• _REQUIRED ACTION_:
Report every line of the records that includes the word "stackPanel".

• _RECORD EXCERPTS_:
* * * * *

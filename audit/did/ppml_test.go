package did

import (
	"context"
	"errors"
	"math"
	"testing"

	"github.com/loadwake/loadwake/audit/did/poisson"
	"github.com/loadwake/loadwake/audit/internal/reftest"
	"github.com/loadwake/loadwake/audit/panel/paneltest"
)

// TestPoissonFEFatalities fits fatal ~ beertax + unemp with state and year
// fixed effects on the Fatalities data of R's AER package (Stock & Watson,
// Introduction to Econometrics; 48 US states, 1982-1988) and compares with
// R 4.2.2 glm(family = poisson) with factor dummies and sandwich 3.0.2
// vcovCL(cluster = ~state, type = "HC1"): testdata/glm_fatalities_ref.csv,
// written by testdata/R/glm_fatalities.R.
func TestPoissonFEFatalities(t *testing.T) {
	_, rows := reftest.ReadCSV(t, "testdata/glm_fatalities.csv")
	n := len(rows)
	y := make([]float64, n)
	x := [][]float64{make([]float64, n), make([]float64, n)}
	st, yr := make([]int, n), make([]int, n)
	states := map[string]int{}
	for i, r := range rows {
		s, ok := states[r[0]]
		if !ok {
			s = len(states)
			states[r[0]] = s
		}
		st[i] = s
		yr[i] = int(reftest.Atof(t, r[1])) - 1982
		y[i] = reftest.Atof(t, r[2])
		x[0][i] = reftest.Atof(t, r[3])
		x[1][i] = reftest.Atof(t, r[4])
	}
	if len(states) != 48 || n != 336 {
		t.Fatalf("%d states, %d rows; want 48 and 336", len(states), n)
	}
	fit, err := fitPoissonFE(y, x, st, 48, yr, 7, nil, st, 48)
	if err != nil {
		t.Fatal(err)
	}
	ref := reftest.Terms(t, "testdata/glm_fatalities_ref.csv")
	for j, term := range []string{"beertax", "unemp"} {
		t.Run(term, func(t *testing.T) {
			if d := math.Abs(fit.Beta[j] - ref[term]["estimate"]); d > 1e-6 {
				t.Errorf("coefficient %.10f, R glm %.10f", fit.Beta[j], ref[term]["estimate"])
			}
			se := math.Sqrt(fit.Vcov.At(j, j))
			if d := math.Abs(se - ref[term]["se_state"]); d > 1e-4*ref[term]["se_state"] {
				t.Errorf("clustered SE %.10f, R sandwich::vcovCL %.10f", se, ref[term]["se_state"])
			}
		})
	}
}

// TestPoissonFEDropsAllZeroGroups: a unit with zeros throughout cannot inform
// the slope under unit fixed effects (its effect goes to −∞); it must be
// dropped, counted, and leave the estimate unchanged.
func TestPoissonFEDropsAllZeroGroups(t *testing.T) {
	// 3 units x 4 months; unit 2 all zero.
	y := []float64{1, 2, 4, 3, 2, 2, 5, 6, 0, 0, 0, 0}
	d := []float64{0, 0, 1, 1, 0, 0, 0, 0, 0, 0, 1, 1}
	u := []int{0, 0, 0, 0, 1, 1, 1, 1, 2, 2, 2, 2}
	m := []int{0, 1, 2, 3, 0, 1, 2, 3, 0, 1, 2, 3}
	full, err := fitPoissonFE(y, [][]float64{d}, u, 3, m, 4, nil, u, 3)
	if err != nil {
		t.Fatal(err)
	}
	if full.Dropped1 != 1 {
		t.Errorf("dropped %d unit groups, want 1", full.Dropped1)
	}
	small, err := fitPoissonFE(y[:8], [][]float64{d[:8]}, u[:8], 2, m[:8], 4, nil, u[:8], 2)
	if err != nil {
		t.Fatal(err)
	}
	if math.Abs(full.Beta[0]-small.Beta[0]) > 1e-10 {
		t.Errorf("slope %v with the zero unit, %v without", full.Beta[0], small.Beta[0])
	}
	// Two units, one treated block of months: the Poisson first-order
	// conditions match unit, month and treated-block sums, which gives the
	// log ratio of ratios log((4+3)/(1+2)) − log((5+6)/(2+2)) (derived by
	// hand from the Poisson score equations).
	want := math.Log(7.0/3) - math.Log(11.0/4)
	if math.Abs(small.Beta[0]-want) > 1e-9 {
		t.Errorf("2x2 Poisson slope %v, want %v", small.Beta[0], want)
	}
}

// TestStackedPoissonMatchesDummyFit: the concentrated Newton fit of the
// stacked design must give the dummy-variable Poisson fit's coefficient,
// CR1 variance and bootstrap contributions (fitPoissonFE, itself checked
// against R's glm above), including with all-zero units and weights.
func TestStackedPoissonMatchesDummyFit(t *testing.T) {
	w := paneltest.World{PerCohort: 15, Cohorts: []int{5, 8, 11}, Controls: 30, Months: 18, Delta: 0.3}
	for _, seed := range []uint64{1, 2, 3} {
		p := w.Panel(seed)
		for u := range 4 { // some all-zero units, some weights
			for m := range p.Months {
				p.Y[0][(u*7)*p.Months+m] = 0
			}
		}
		for u := 50; u < 70; u++ {
			p.Units[u].Weight = 0.3 + float64(u%5)/4
		}
		cl, G := p.ClusterIndex()
		st := stackPanel(p, p.Y[0], cl, Window{Pre: 4, Post: 6}, 0)
		fast, err := poisson.FitStacked(st.y, [][]float64{st.d}, st.w, st.cl, G, st.blocks, st.n2)
		if err != nil {
			t.Fatal(err)
		}
		slow, err := fitPoissonFE(st.y, [][]float64{st.d}, st.f1, st.n1, st.f2, st.n2, st.w, st.cl, G)
		if err != nil {
			t.Fatal(err)
		}
		if math.Abs(fast.Beta[0]-slow.Beta[0]) > 1e-8 {
			t.Errorf("seed %d: beta %v concentrated, %v dummy fit", seed, fast.Beta[0], slow.Beta[0])
		}
		if v1, v2 := fast.Vcov.At(0, 0), slow.Vcov.At(0, 0); math.Abs(v1-v2) > 1e-6*v2 {
			t.Errorf("seed %d: variance %v concentrated, %v dummy fit", seed, v1, v2)
		}
		if fast.Dropped1 != slow.Dropped1 || fast.Dropped1 == 0 {
			t.Errorf("seed %d: dropped %d and %d units", seed, fast.Dropped1, slow.Dropped1)
		}
		for g := range G {
			if math.Abs(fast.A[0][g]-slow.A[0][g]) > 1e-7 {
				t.Fatalf("seed %d: cluster %d contribution %v vs %v", seed, g, fast.A[0][g], slow.A[0][g])
			}
		}
	}
}

// TestStackedPoissonEventStudyMatchesDummyFit: with one regressor per event
// month the concentrated fit must still give the dummy-variable fit's
// coefficients and CR1 covariance (fitPoissonFE, checked against R's glm).
func TestStackedPoissonEventStudyMatchesDummyFit(t *testing.T) {
	w := paneltest.World{PerCohort: 8, Cohorts: []int{5, 8}, Controls: 20, Months: 14, Delta: 0.3}
	p := w.Panel(4)
	for u := 30; u < 36; u++ {
		p.Units[u].Weight = 0.5 + float64(u%3)/2
	}
	cl, G := p.ClusterIndex()
	win := Window{Pre: 3, Post: 4}
	st := stackPanel(p, p.Y[0], cl, win, 0)
	var x [][]float64
	for e := -win.Pre; e < win.Post; e++ {
		if e == -1 {
			continue
		}
		col := make([]float64, len(st.y))
		for i, ev := range st.ev {
			if ev == e {
				col[i] = 1
			}
		}
		x = append(x, col)
	}
	fast, err := poisson.FitStacked(st.y, x, st.w, st.cl, G, st.blocks, st.n2)
	if err != nil {
		t.Fatal(err)
	}
	slow, err := fitPoissonFE(st.y, x, st.f1, st.n1, st.f2, st.n2, st.w, st.cl, G)
	if err != nil {
		t.Fatal(err)
	}
	for j := range x {
		if math.Abs(fast.Beta[j]-slow.Beta[j]) > 1e-8 {
			t.Errorf("b[%d] %v concentrated, %v dummy fit", j, fast.Beta[j], slow.Beta[j])
		}
		for k := range x {
			if v1, v2 := fast.Vcov.At(j, k), slow.Vcov.At(j, k); math.Abs(v1-v2) > 1e-6*math.Sqrt(slow.Vcov.At(j, j)*slow.Vcov.At(k, k)) {
				t.Errorf("V[%d,%d] %v concentrated, %v dummy fit", j, k, v1, v2)
			}
		}
	}
}

// TestPPMLFewTreatedUsesRandomization: with three treated units no interval
// is reliable (infer.MinTreatedForInterval), so the headline gives none, its
// p-value is the randomization test's, and a planted +150% is still found.
func TestPPMLFewTreatedUsesRandomization(t *testing.T) {
	w := paneltest.World{PerCohort: 3, Cohorts: []int{8}, Controls: 17, Months: 16, Delta: 1.5}
	p := w.Panel(11)
	opts := DefaultOptions()
	opts.Window = Window{Pre: 6, Post: 8}
	cl, G := p.ClusterIndex()
	e, err := stackedPPML(context.Background(), p, p.Y[0], cl, G, opts, rngFor(1, "layer0", EstimatorPPML))
	if err != nil {
		t.Fatal(err)
	}
	// C(20, 3) = 1140 reassignments, all enumerated.
	if !e.noInterval || e.method != "randomization-exact-1140" {
		t.Errorf("method %q, no interval %v; want randomization-exact-1140 and no interval", e.method, e.noInterval)
	}
	if e.relLo != e.rel || e.relHi != e.rel {
		t.Errorf("interval [%v, %v] around %v; want none", e.relLo, e.relHi, e.rel)
	}
	if e.p > 0.01 || e.p < 1.0/1140 {
		t.Errorf("randomization p %v for a planted +150%%; want in [1/1140, 0.01]", e.p)
	}
	if e.hasPre {
		t.Errorf("pre-trend p %v with 3 treated clusters; want no test", e.preP)
	}
}

// TestPPMLSeparatedLayer: a layer where every import area has zero counts
// after the import is diagnosed by name (ErrSeparated), not estimated.
func TestPPMLSeparatedLayer(t *testing.T) {
	w := paneltest.World{PerCohort: 6, Cohorts: []int{8}, Controls: 12, Months: 16}
	p := w.Panel(3)
	for u, un := range p.Units {
		if un.Treated() {
			for m := un.FirstTreated; m < p.Months; m++ {
				p.Y[0][u*p.Months+m] = 0
			}
		}
	}
	cl, G := p.ClusterIndex()
	_, err := stackedPPML(context.Background(), p, p.Y[0], cl, G, DefaultOptions(), rngFor(1, "layer0", EstimatorPPML))
	if !errors.Is(err, ErrSeparated) {
		t.Fatalf("error %v, want ErrSeparated", err)
	}
}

* * * * *

• _RESPONSE_:
		st := stackPanel(p, p.Y[0], cl, Window{Pre: 4, Post: 6}, 0)
	st := stackPanel(p, p.Y[0], cl, win, 0)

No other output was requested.